● **Task directions**:
Copy the records that follow exactly, leaving nothing out.
-- Material shown follows --
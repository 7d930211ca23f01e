/**
 * The parts of the service's JSON the page reads (`evenfill.result/1`,
 * `evenfill.optimization/1`, `evenfill.calibration/1`, `evenfill.window/1`, jobs, issues,
 * errors): the wire module's types, imported as types only, so that no schema code (zod) ends
 * up in the page's bundle (`tests/page/wire_test.ts` checks `public/app.js` holds none). The
 * library and store listings, which have no wire schema, are declared here.
 *
 * @module
 */

export type {
  ApiError,
  CalibrationFactorJson as CalibrationFactorEntry,
  CalibrationResult,
  CavityResult,
  Change,
  ElementResult,
  FreezeResult,
  FrontPointJson as FrontPoint,
  HistorySample,
  Iteration,
  Job,
  JobProgress,
  JobStatus,
  Mode,
  OptimizationResult,
  PathResult,
  ScenarioIssue,
  SimulationResult,
  SlopeSource,
  StageProgress,
  StepState,
  Warning,
  WindowJobResult,
} from "../wire/mod.ts";

/** A library material. */
export interface MaterialEntry {
  id: string;
  name: string;
  generic?: boolean;
  source?: string;
  max_shear_rate_1_s?: number;
}

/** A demo listing. */
export interface DemoEntry {
  id: string;
  name: string;
  cavities: number;
}

/** A saved scenario listing. */
export interface SavedEntry {
  id: string;
  name: string;
  revision: number;
  updated_at: string;
}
-- Material shown concluded --
● **Response for this exercise**:
repository 7d930211ca23f01e
/**
 * The parts of the service's JSON the page reads (`evenfill.result/1`,
 * `evenfill.optimization/1`, `evenfill.calibration/1`, `evenfill.window/1`, jobs, issues,
 * errors): the wire module's types, imported as types only, so that no schema code (zod) ends
 * up in the page's bundle (`tests/page/wire_test.ts` checks `public/app.js` holds none). The
 * library and store listings, which have no wire schema, are declared here.
 *
 * @module
 */

export type {
  ApiError,
  CalibrationFactorJson as CalibrationFactorEntry,
  CalibrationResult,
  CavityResult,
  Change,
  ElementResult,
  FreezeResult,
  FrontPointJson as FrontPoint,
  HistorySample,
  Iteration,
  Job,
  JobProgress,
  JobStatus,
  Mode,
  OptimizationResult,
  PathResult,
  ScenarioIssue,
  SimulationResult,
  SlopeSource,
  StageProgress,
  StepState,
  Warning,
  WindowJobResult,
} from "../wire/mod.ts";

/** A library material. */
export interface MaterialEntry {
  id: string;
  name: string;
  generic?: boolean;
  source?: string;
  max_shear_rate_1_s?: number;
}

/** A demo listing. */
export interface DemoEntry {
  id: string;
  name: string;
  cavities: number;
}

/** A saved scenario listing. */
export interface SavedEntry {
  id: string;
  name: string;
  revision: number;
  updated_at: string;
}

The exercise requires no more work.